An overview at the positives and downsides of a franchise business.
While a Franchise is a low risk method of entering and conducting business for a franchisee, franchised businesses can and are unsuccessful. Before you reply to a franchise for sale advertisement you must consider the downsides of a franchise opportunity, including the chief disadvantage of going into any business; the potential to losing the capital and/or assets you have invested in that Low Cost Franchise.
In reviewing with franchise owners who had disputes with their franchisor, or who suffered substantial setbacks and failure, many had only taken into account the advantages of franchising before they opted for on the prospect, but they had not considered the unique obligations that a franchise agreement places upon a franchised owner operator as opposed to an independent business. A wholly independent owner answers only to themselves, while when involved in a Franchise one has responsibility to the franchisor, fellow franchisees and to the business arrangement under which the franchise runs.
Like any business plan, the franchise opportunity has both advantages and disadvantages. In deciding whether a franchise is the right way for you to go into business, understand what the pitfalls of franchising may be, this can lead to a healthier understanding of the franchising business model on the whole. It will also lead to better decision-making and as a result, a more fulfilling business life as a franchisee.
With planning, the right strategies and foresight, a lot of potential downsides can be kept in perspective, and successfully sorted.
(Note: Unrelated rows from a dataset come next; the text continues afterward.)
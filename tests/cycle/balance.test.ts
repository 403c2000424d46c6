// Internal checks of the cycle models: energy and mass balances close, and every point is the state
// its definition says (saturation plus superheat, the isentropic end and efficiency, throttling at
// constant enthalpy), recomputed here from the engine's flashes independently of the models' code.
import { describe, expect, it } from "vitest";
import { flashPH, flashPS, flashPX, flashTP, getFluid, saturationP } from "../../src/eos/index.js";
import {
  findPoint, optimiseHighPressure, singleStageCycle, transcriticalCycle, twoStageCycle,
  type CycleResult, type Role, type SingleStageSpec, type TwoStageSpec,
} from "../../src/cycle/index.js";

const C = (t: number) => t + 273.15;
const bar = 1e5;

const singles: [string, SingleStageSpec][] = [
  ["R134a −10/40 °C, 5 K, 3 K, η 0.7", { fluid: "R134a", evaporating: { T: C(-10) }, condensing: { T: C(40) }, superheat: 5, subcooling: 3, compressor: { efficiency: 0.7 } }],
  ["R407C 0/45 °C at mid-points, line drops", { fluid: "R407C", evaporating: { T: C(0) }, condensing: { T: C(45) }, glidePoint: "mid", superheat: 6, subcooling: 2, suctionDrop: 0.2 * bar, dischargeDrop: 0.3 * bar, compressor: { efficiency: 0.65 }, capacity: 12e3 }],
  ["R404A −30/35 °C at dew points, IHX 0.6", { fluid: "R404A", evaporating: { T: C(-30) }, condensing: { T: C(35) }, superheat: 5, subcooling: 2, ihx: 0.6, compressor: { efficiency: 0.6 } }],
  ["propane by pressure, IHX 0.8, iir reference", { fluid: "propane", reference: "iir", evaporating: { p: 3 * bar }, condensing: { p: 15 * bar }, superheat: 3, ihx: 0.8, compressor: { efficiency: 0.75 } }],
  ["ammonia with a discharge temperature", { fluid: "ammonia", evaporating: { T: C(-10) }, condensing: { T: C(35) }, superheat: 4, subcooling: 1, compressor: { dischargeTemperature: C(125) } }],
  ["R410A at bubble points", { fluid: "R410A", evaporating: { T: C(5) }, condensing: { T: C(50) }, glidePoint: "bubble", superheat: 8, subcooling: 4, compressor: { efficiency: 0.68 } }],
];

const twos: [string, TwoStageSpec][] = [
  ["ammonia −35/35 °C flash tank", { fluid: "ammonia", evaporating: { T: C(-35) }, condensing: { T: C(35) }, superheat: 2, arrangement: "flash-tank", lowStage: { efficiency: 0.7 }, highStage: { efficiency: 0.75 }, capacity: 50e3 }],
  ["ammonia −35/35 °C open flash intercooler, drops", { fluid: "ammonia", evaporating: { T: C(-35) }, condensing: { T: C(35) }, superheat: 3, subcooling: 2, arrangement: "open-intercooler", suctionDrop: 0.05 * bar, dischargeDrop: 0.2 * bar, lowStage: { efficiency: 0.7 }, highStage: { efficiency: 0.72 }, capacity: 50e3 }],
  ["R404A −40/40 °C economiser, drops", { fluid: "R404A", evaporating: { T: C(-40) }, condensing: { T: C(40) }, superheat: 5, subcooling: 2, arrangement: "economiser", economiserApproach: 4, suctionDrop: 0.1 * bar, dischargeDrop: 0.2 * bar, lowStage: { efficiency: 0.65 }, highStage: { efficiency: 0.7 } }],
  ["R134a economiser at a given intermediate temperature", { fluid: "R134a", evaporating: { T: C(-25) }, condensing: { T: C(45) }, intermediate: { T: C(5) }, arrangement: "economiser", lowStage: { efficiency: 0.7 }, highStage: { dischargeTemperature: C(70) } }],
];

function all(): [string, CycleResult][] {
  return [
    ...singles.map(([n, s]) => [n, singleStageCycle(s)] as [string, CycleResult]),
    ...twos.map(([n, s]) => [n, twoStageCycle(s)] as [string, CycleResult]),
    ["co2 transcritical 90 bar", transcriticalCycle({ fluid: "co2", evaporating: { T: C(-5) }, superheat: 5, gasCoolerOutlet: C(35), highPressure: 90 * bar, compressor: { efficiency: 0.7 } })],
    ["co2 transcritical, IHX 0.5, optimised", optimiseHighPressure({ fluid: "co2", evaporating: { T: C(0) }, gasCoolerOutlet: C(38), ihx: 0.5, compressor: { efficiency: 0.72 }, capacity: 20e3 })],
  ];
}

const at = (r: CycleResult, role: Role) => findPoint(r.points, role)!;

describe("energy balance: heat rejected = refrigerating effect + compressor work, to 1e-9 relative", () => {
  for (const [name, r] of all()) {
    it(name, () => {
      const p = r.performance;
      expect(Math.abs(p.heatRejected - (p.refrigeratingEffect + p.compressorWork)) / p.heatRejected).toBeLessThan(1e-9);
      expect(Math.abs(p.copHeating - p.copCooling - 1)).toBeLessThan(1e-9);
      expect(p.refrigeratingEffect).toBeGreaterThan(0);
    });
  }
});

describe("every point is the state its definition gives, recomputed from the engine", () => {
  for (const [name, r] of all()) {
    it(name, () => {
      const f = getFluid(r.fluid);
      const ref = r.reference;
      // Each point re-flashed from its own (p, h) gives the same T and s.
      for (const pt of [...r.points, ...r.auxiliary]) {
        const again = flashPH(f, pt.state.p, pt.state.h, ref);
        expect(Math.abs(again.T - pt.state.T) / pt.state.T).toBeLessThan(1e-9);
        expect(Math.abs(again.s - pt.state.s)).toBeLessThan(1e-9 * Math.max(Math.abs(pt.state.s), 1e3));
      }
      const out = at(r, "evaporator-outlet").state;
      expect(out.p).toBeCloseTo(r.levels.evaporating.p, 6);
      const dew = saturationP(f, out.p).TV;
      expect(Math.abs(out.T - (dew + r.superheat))).toBeLessThan(1e-7);
      // Valves and lines keep enthalpy.
      const evapIn = at(r, "evaporator-inlet").state;
      expect(evapIn.p).toBeCloseTo(r.levels.evaporating.p, 6);
      // Each compression: isentropic end at the discharge pressure, efficiency (h2s − h1)/(h2 − h1).
      for (const s of r.stages) {
        const iso = flashPS(f, s.discharge.state.p, s.suction.state.s, ref);
        expect(Math.abs(iso.h - s.isentropic.state.h)).toBeLessThan(1e-6);
        expect(Math.abs((iso.h - s.suction.state.h) / (s.discharge.state.h - s.suction.state.h) - s.efficiency)).toBeLessThan(1e-9);
      }
      if (r.subcooling !== undefined) {
        const cond = at(r, "condenser-outlet").state;
        const expected = r.subcooling === 0 ? flashPX(f, cond.p, 0, ref) : flashTP(f, saturationP(f, cond.p).TL - r.subcooling, cond.p, ref);
        expect(Math.abs(cond.h - expected.h)).toBeLessThan(1e-6);
      }
      const suction = findPoint(r.points, "compressor-suction") ?? at(r, "low-stage-suction");
      expect(Math.abs(suction.state.p - (r.levels.evaporating.p - r.drops.suction))).toBeLessThan(1e-6 * suction.state.p);
    });
  }
});

describe("side streams and heat exchangers balance", () => {
  it("flash tank: inlet enthalpy flow = liquid out + vapour out; vapour and liquid saturated at the intermediate pressure", () => {
    const r = twoStageCycle(twos[0]![1]);
    const f = getFluid(r.fluid);
    const inlet = at(r, "flash-tank-inlet"), liquid = at(r, "flash-tank-liquid"), vapour = at(r, "flash-tank-vapour");
    const pi = r.levels.intermediate!.p;
    expect(Math.abs(inlet.flow * inlet.state.h - (liquid.flow * liquid.state.h + vapour.flow * vapour.state.h)) / (inlet.flow * inlet.state.h)).toBeLessThan(1e-12);
    expect(Math.abs(liquid.state.h - flashPX(f, pi, 0).h)).toBeLessThan(1e-6);
    expect(Math.abs(vapour.state.h - flashPX(f, pi, 1).h)).toBeLessThan(1e-6);
    const mixIn = at(r, "low-stage-discharge"), mixOut = at(r, "high-stage-suction");
    expect(Math.abs(mixOut.flow - mixIn.flow - vapour.flow)).toBeLessThan(1e-12);
    expect(Math.abs(mixOut.flow * mixOut.state.h - (mixIn.flow * mixIn.state.h + vapour.flow * vapour.state.h)) / (mixOut.flow * mixOut.state.h)).toBeLessThan(1e-9);
  });
  it("open flash intercooler: condenser liquid and low-stage discharge in = saturated vapour and liquid out", () => {
    const r = twoStageCycle(twos[1]![1]);
    const f = getFluid(r.fluid);
    const pi = r.levels.intermediate!.p;
    const low = at(r, "low-stage-discharge"), inlet = at(r, "flash-tank-inlet"), liquid = at(r, "flash-tank-liquid"), vapour = at(r, "high-stage-suction");
    const hin = low.flow * low.state.h + inlet.flow * inlet.state.h, hout = vapour.flow * vapour.state.h + liquid.flow * liquid.state.h;
    expect(Math.abs(hin - hout) / hin).toBeLessThan(1e-12);
    expect(Math.abs(low.flow + inlet.flow - vapour.flow - liquid.flow)).toBeLessThan(1e-12);
    expect(Math.abs(vapour.state.h - flashPX(f, pi, 1).h)).toBeLessThan(1e-6);
    expect(Math.abs(liquid.state.h - flashPX(f, pi, 0).h)).toBeLessThan(1e-6);
  });
  it("economiser: heat from the main liquid = heat to the injected stream; outlet = injection inlet + approach", () => {
    const r = twoStageCycle(twos[2]![1]);
    const cond = at(r, "condenser-outlet"), out = at(r, "economiser-liquid-outlet"), injIn = at(r, "economiser-injection-inlet"), injOut = at(r, "economiser-injection-outlet");
    const main = out.flow * (cond.state.h - out.state.h), side = injIn.flow * (injOut.state.h - injIn.state.h);
    expect(Math.abs(main - side) / main).toBeLessThan(1e-9);
    expect(Math.abs(out.state.T - (injIn.state.T + 4))).toBeLessThan(1e-7);
    expect(Math.abs(injIn.state.h - cond.state.h)).toBeLessThan(1e-6);
    expect(Math.abs(cond.flow - out.flow - injIn.flow)).toBeLessThan(1e-12);
  });
  it("internal heat exchanger: vapour gain = liquid loss = effectiveness × largest duty, the largest duty recomputed here", () => {
    const r = singleStageCycle(singles[2]![1]);
    const f = getFluid(r.fluid);
    const vIn = at(r, "evaporator-outlet").state, vOut = at(r, "ihx-vapour-outlet").state;
    const lIn = at(r, "condenser-outlet").state, lOut = at(r, "ihx-liquid-outlet").state;
    const gain = vOut.h - vIn.h, loss = lIn.h - lOut.h;
    expect(Math.abs(gain - loss) / gain).toBeLessThan(1e-9);
    const largest = Math.min(flashTP(f, lIn.T, vIn.p).h - vIn.h, lIn.h - flashTP(f, vIn.T, lIn.p).h);
    expect(Math.abs(gain / largest - 0.6)).toBeLessThan(1e-9);
    expect(vOut.T).toBeLessThan(lIn.T);
    expect(lOut.T).toBeGreaterThan(vIn.T);
  });
});

describe("flows for a given capacity", () => {
  it("mass flow × refrigerating effect = capacity; volume flow = mass flow × suction volume; volumetric capacity × volume flow = capacity", () => {
    const r = singleStageCycle(singles[1]![1]);
    const c = r.performance.capacity!;
    expect(Math.abs(c.evaporatorMassFlow * r.performance.refrigeratingEffect - 12e3)).toBeLessThan(1e-8);
    const v = at(r, "compressor-suction").state.v;
    expect(Math.abs(c.stages[0]!.suctionVolumeFlow - c.evaporatorMassFlow * v)).toBeLessThan(1e-15);
    expect(Math.abs(r.performance.volumetricCapacity * c.stages[0]!.suctionVolumeFlow - 12e3)).toBeLessThan(1e-8);
    expect(Math.abs(c.heatRejected - c.cooling - c.power) / c.heatRejected).toBeLessThan(1e-9);
  });
  it("two-stage: each stage's flow follows its points' flows", () => {
    const r = twoStageCycle(twos[0]![1]);
    const c = r.performance.capacity!;
    const [low, high] = c.stages;
    expect(Math.abs(high!.massFlow / low!.massFlow - at(r, "high-stage-suction").flow)).toBeLessThan(1e-12);
    expect(Math.abs(high!.suctionVolumeFlow - high!.massFlow * at(r, "high-stage-suction").state.v)).toBeLessThan(1e-15);
  });
});

describe("glide points of a blend: a temperature level is the dew, bubble or mid-point temperature at the resolved pressure", () => {
  const f = getFluid("R407C");
  for (const point of ["dew", "bubble", "mid"] as const) {
    it(point, () => {
      const r = singleStageCycle({ fluid: f, evaporating: { T: C(-5) }, condensing: { T: C(40) }, glidePoint: point, compressor: { efficiency: 0.7 } });
      for (const [l, T] of [[r.levels.evaporating, C(-5)], [r.levels.condensing!, C(40)]] as const) {
        const sat = saturationP(f, l.p);
        const at = point === "dew" ? sat.TV : point === "bubble" ? sat.TL : 0.5 * (sat.TL + sat.TV);
        expect(Math.abs(at - T)).toBeLessThan(1e-6);
        expect(sat.TV - sat.TL).toBeGreaterThan(3); // R407C glides several kelvin (common practice)
      }
    });
  }
  it("a level's own glide point overrides the cycle's", () => {
    const r = singleStageCycle({ fluid: f, evaporating: { T: C(-5), glidePoint: "bubble" }, condensing: { T: C(40) }, glidePoint: "dew", compressor: { efficiency: 0.7 } });
    expect(Math.abs(saturationP(f, r.levels.evaporating.p).TL - C(-5))).toBeLessThan(1e-6);
    expect(Math.abs(saturationP(f, r.levels.condensing!.p).TV - C(40))).toBeLessThan(1e-6);
  });
});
Depending on your viewpoint, the disadvantages of choosing a franchise opportunity revolve around the responsibility to follow the franchisor’s structure.
Most franchisors will offer a Franchise For Sale only if one business is run from a specific location or territory permitted and/or specified by the franchisor. In some cases, there are no territories, and a franchise opportunity will be presented that allows a franchise operator in the franchisor’s network to carry out business by competing with other franchisees for the same clients. This has the potential to limit the Franchise Opportunity, and may limit the franchisee in for instance opening other outlets or mobile units, promoting the franchise, or it may result in better franchisees drawing business away from poorer operators in an unrestricted territory model.
Franchise opportunities are often restricted to selling only stock and/or services specified or agreed by the Franchise and in some cases, may only purchase that stock or service from the franchise itself, and no other third-party. Furthermore, the franchisee may be expected to carry specified quantities of certain stock items, regardless of turnover.